Collected data:
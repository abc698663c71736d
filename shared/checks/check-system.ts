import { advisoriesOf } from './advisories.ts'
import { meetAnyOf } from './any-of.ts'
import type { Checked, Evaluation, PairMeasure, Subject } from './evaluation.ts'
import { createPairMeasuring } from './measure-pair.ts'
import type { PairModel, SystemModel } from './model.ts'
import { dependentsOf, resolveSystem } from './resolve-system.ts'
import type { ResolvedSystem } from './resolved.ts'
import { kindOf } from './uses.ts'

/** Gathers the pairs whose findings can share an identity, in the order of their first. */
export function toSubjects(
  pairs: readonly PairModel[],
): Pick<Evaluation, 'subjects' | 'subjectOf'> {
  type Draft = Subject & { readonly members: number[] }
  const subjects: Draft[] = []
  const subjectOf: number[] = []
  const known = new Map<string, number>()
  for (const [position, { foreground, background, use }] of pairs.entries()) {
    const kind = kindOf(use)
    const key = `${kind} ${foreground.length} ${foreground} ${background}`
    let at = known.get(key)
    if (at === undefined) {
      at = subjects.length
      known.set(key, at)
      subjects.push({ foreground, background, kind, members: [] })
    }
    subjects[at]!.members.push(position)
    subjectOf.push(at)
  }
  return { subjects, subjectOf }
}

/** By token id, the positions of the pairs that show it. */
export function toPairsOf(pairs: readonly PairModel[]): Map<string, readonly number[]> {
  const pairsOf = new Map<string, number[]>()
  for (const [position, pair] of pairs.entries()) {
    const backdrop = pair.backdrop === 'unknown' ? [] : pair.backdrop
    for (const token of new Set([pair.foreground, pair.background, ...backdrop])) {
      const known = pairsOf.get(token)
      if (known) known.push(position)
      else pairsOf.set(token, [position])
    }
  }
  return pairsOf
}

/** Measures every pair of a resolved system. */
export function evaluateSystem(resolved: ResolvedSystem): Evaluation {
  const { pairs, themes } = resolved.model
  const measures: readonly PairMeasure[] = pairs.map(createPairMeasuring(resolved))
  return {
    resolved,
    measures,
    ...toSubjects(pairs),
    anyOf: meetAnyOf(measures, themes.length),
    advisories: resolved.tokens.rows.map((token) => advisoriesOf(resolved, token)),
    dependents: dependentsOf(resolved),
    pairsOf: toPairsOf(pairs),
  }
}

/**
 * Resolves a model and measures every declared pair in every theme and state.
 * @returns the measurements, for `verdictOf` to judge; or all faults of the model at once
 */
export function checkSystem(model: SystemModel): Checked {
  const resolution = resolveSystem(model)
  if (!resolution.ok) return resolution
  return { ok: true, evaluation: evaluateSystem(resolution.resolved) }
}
* * *
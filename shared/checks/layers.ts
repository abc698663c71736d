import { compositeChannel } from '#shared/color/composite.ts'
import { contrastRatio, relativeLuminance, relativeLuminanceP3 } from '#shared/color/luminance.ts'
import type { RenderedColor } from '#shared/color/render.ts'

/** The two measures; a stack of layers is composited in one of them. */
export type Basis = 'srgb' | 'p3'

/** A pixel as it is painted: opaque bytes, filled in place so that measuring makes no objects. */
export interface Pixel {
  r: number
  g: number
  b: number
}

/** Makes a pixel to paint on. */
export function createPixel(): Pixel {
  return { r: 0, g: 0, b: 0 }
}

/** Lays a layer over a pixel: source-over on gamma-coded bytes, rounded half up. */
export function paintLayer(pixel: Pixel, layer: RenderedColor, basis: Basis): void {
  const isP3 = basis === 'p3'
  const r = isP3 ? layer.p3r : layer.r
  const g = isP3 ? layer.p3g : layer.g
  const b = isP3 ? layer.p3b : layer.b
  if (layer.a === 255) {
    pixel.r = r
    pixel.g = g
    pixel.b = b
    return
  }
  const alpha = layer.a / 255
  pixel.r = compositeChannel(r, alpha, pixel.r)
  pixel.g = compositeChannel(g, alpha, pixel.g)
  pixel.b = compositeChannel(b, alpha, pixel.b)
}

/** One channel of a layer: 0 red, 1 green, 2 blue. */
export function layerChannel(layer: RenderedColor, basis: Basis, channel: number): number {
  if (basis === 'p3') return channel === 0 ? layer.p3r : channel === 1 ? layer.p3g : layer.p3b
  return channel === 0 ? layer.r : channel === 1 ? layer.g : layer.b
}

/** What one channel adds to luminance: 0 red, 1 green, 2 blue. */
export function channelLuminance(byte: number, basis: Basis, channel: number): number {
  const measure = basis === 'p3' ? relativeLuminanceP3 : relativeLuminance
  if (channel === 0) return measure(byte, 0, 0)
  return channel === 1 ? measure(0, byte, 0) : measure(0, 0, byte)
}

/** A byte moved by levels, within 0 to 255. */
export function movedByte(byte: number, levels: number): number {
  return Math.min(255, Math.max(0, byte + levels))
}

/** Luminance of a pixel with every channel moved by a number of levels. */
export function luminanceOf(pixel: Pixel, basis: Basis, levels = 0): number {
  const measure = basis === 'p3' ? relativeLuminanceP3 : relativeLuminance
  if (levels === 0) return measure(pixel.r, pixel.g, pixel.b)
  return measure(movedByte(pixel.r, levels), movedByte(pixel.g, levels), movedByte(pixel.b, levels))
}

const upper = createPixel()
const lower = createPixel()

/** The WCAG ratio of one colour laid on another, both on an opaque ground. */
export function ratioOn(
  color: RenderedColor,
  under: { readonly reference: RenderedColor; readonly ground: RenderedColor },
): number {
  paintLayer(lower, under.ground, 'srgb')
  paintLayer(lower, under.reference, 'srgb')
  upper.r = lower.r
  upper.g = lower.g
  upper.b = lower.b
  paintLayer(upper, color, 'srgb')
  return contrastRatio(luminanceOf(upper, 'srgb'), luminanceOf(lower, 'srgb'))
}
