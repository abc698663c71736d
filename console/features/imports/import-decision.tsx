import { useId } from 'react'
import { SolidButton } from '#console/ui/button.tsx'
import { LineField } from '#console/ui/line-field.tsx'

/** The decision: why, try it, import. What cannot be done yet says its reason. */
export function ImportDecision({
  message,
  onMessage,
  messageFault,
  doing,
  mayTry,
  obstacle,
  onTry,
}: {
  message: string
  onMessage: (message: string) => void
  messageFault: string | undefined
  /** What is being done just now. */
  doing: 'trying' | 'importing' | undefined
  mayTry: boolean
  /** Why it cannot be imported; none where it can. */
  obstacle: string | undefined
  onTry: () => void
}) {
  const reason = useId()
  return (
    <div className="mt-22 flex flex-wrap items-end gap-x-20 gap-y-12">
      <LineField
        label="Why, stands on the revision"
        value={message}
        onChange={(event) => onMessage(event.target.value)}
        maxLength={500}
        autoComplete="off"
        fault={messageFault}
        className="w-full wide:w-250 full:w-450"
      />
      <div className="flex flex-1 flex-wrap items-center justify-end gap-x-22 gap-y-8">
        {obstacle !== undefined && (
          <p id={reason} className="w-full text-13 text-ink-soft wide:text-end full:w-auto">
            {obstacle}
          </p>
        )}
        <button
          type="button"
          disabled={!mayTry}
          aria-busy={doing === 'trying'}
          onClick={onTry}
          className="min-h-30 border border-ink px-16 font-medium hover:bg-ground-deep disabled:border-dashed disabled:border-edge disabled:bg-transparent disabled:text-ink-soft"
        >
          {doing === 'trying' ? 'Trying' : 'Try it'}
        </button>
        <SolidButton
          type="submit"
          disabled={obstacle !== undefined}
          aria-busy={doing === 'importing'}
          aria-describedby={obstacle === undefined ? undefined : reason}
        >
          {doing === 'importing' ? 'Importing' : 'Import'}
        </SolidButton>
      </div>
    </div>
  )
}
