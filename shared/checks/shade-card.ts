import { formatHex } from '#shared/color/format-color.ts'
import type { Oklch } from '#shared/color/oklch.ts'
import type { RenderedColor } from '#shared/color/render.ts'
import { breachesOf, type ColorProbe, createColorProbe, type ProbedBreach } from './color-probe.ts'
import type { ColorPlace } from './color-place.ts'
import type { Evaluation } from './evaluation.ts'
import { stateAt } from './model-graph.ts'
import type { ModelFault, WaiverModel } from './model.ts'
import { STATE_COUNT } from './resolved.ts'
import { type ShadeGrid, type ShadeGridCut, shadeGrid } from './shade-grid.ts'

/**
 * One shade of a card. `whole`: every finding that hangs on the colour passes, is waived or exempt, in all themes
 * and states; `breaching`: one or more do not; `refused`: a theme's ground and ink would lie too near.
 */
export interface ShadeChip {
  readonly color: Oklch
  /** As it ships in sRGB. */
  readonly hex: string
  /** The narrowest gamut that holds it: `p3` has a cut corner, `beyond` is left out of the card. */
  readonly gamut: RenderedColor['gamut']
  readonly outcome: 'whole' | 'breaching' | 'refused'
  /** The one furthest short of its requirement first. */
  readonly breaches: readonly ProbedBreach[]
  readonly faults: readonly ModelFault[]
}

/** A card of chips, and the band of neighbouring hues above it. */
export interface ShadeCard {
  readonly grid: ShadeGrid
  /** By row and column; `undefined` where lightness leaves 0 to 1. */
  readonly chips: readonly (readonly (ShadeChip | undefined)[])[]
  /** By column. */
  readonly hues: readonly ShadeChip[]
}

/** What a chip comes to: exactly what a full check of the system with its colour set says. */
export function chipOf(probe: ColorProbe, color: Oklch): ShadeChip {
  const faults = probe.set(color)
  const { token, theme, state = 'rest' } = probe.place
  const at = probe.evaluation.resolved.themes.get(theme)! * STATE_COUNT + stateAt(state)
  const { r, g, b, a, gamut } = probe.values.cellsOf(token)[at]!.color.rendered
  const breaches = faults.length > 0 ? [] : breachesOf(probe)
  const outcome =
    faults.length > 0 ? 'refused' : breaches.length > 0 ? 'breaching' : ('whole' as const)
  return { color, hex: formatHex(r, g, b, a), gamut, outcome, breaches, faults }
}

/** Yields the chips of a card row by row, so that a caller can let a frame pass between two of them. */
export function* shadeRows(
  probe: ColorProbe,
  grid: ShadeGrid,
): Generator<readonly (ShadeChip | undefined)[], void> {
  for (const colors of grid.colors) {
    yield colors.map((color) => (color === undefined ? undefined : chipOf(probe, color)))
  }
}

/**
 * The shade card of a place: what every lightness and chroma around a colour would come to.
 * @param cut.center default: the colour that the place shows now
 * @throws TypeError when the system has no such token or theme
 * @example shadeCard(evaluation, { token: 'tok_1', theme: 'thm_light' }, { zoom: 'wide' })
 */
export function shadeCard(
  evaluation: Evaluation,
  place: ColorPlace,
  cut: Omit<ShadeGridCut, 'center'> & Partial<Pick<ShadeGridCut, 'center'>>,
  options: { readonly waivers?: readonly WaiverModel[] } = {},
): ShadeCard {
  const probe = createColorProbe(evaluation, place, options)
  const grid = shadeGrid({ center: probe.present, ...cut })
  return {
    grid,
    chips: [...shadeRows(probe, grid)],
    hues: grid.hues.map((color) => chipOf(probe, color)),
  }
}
* * *
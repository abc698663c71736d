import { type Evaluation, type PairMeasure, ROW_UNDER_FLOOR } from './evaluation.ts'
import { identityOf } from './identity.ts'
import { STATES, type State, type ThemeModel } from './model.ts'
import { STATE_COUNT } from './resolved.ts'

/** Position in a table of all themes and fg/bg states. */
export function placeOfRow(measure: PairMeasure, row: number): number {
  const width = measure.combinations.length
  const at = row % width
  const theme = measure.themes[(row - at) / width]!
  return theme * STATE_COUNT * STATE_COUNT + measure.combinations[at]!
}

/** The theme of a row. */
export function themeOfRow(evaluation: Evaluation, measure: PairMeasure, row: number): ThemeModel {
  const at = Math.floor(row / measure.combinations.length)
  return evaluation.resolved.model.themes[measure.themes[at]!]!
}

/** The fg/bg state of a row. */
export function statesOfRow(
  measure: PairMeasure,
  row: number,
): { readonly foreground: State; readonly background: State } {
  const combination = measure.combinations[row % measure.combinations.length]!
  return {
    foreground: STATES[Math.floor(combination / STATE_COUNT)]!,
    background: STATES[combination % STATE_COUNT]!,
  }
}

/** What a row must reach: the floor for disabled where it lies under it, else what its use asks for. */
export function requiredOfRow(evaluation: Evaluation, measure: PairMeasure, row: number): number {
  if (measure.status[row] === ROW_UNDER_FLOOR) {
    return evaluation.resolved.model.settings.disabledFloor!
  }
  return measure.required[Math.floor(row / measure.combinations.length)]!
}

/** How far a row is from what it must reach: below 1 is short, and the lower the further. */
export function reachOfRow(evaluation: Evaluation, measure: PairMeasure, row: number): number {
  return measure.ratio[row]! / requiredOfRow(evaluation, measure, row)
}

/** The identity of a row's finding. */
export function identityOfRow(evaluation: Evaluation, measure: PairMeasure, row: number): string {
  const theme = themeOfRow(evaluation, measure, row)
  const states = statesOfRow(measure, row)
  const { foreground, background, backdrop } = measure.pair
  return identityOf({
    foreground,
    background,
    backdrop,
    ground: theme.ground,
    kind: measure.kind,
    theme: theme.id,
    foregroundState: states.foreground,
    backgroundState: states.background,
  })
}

WORK ORDER
Scan the data, and report each line that uses the word "LineField".

RESULT
import { LineField } from '#console/ui/line-field.tsx'
      <LineField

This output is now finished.